[Stored data entries]
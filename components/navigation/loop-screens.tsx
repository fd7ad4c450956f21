import { type ComponentType, lazy, Suspense } from 'react';
import { Waiting } from '@/components/ui/waiting';

type LoopScreens = typeof import('@/components/loop-screens');

/**
 * The engine, the figures and the charts come in one piece, with the first page that draws a loop. One piece, because what several pieces
 * share would be moved into the first load.
 */
const load = () => import('@/components/loop-screens');

function onDemand<Props extends object>(choose: (screens: LoopScreens) => ComponentType<Props>) {
  const Screen = lazy(async () => ({ default: choose(await load()) as ComponentType<object> }));
  return function OnDemand(props: Props) {
    return (
      <Suspense fallback={<Waiting text="Fetching the charts" />}>
        <Screen {...props} />
      </Suspense>
    );
  };
}

export const BenchScreen = onDemand((screens) => screens.BenchScreen);
export const PlantScreen = onDemand((screens) => screens.PlantScreen);
export const AnalysisScreen = onDemand((screens) => screens.AnalysisScreen);
export const LatestPlane = onDemand((screens) => screens.LatestPlane);
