import { useLocalSearchParams } from 'expo-router';
import { Banner } from '@/components/ui/banner';
import { Link } from '@/components/ui/link';
import { EntryFrame } from './entry-frame';

/** Where the link of a verification mail ends up; the server has looked at its token before. */
export function Verified() {
  const { error } = useLocalSearchParams<{ error?: string }>();
  return (
    <EntryFrame title="Address" lead={error ? 'This link has ended, or was used before.' : 'Your address is verified.'}>
      {error ? (
        <Banner lead="Nothing was changed." text="Account sends a new link to your address." />
      ) : (
        <Banner lead="Done." text="Others can now invite you to their projects." />
      )}
      <Link href={error ? '/account' : '/'}>{error ? 'Account' : 'All projects'}</Link>
    </EntryFrame>
  );
}
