import { StyleSheet } from 'react-native';
import { BrandMark } from '@/components/ui/brand-mark';
import { Text } from '@/components/ui/text';
import { touch } from '@/components/ui/tokens';
import { NavLink } from './nav-link';

export function Brand() {
  return (
    <NavLink href="/" aria-label="Kerbline, all projects" style={styles.brand}>
      <BrandMark />
      <Text step="h2" weight={700}>
        Kerbline
      </Text>
    </NavLink>
  );
}

const styles = StyleSheet.create({
  brand: { flexDirection: 'row', alignItems: 'center', gap: 8, minHeight: touch },
});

*To do*: Lines from the entries that contain the word "touch" are what the answer must hold.

*Solution*:
import { touch } from '@/components/ui/tokens';
  brand: { flexDirection: 'row', alignItems: 'center', gap: 8, minHeight: touch },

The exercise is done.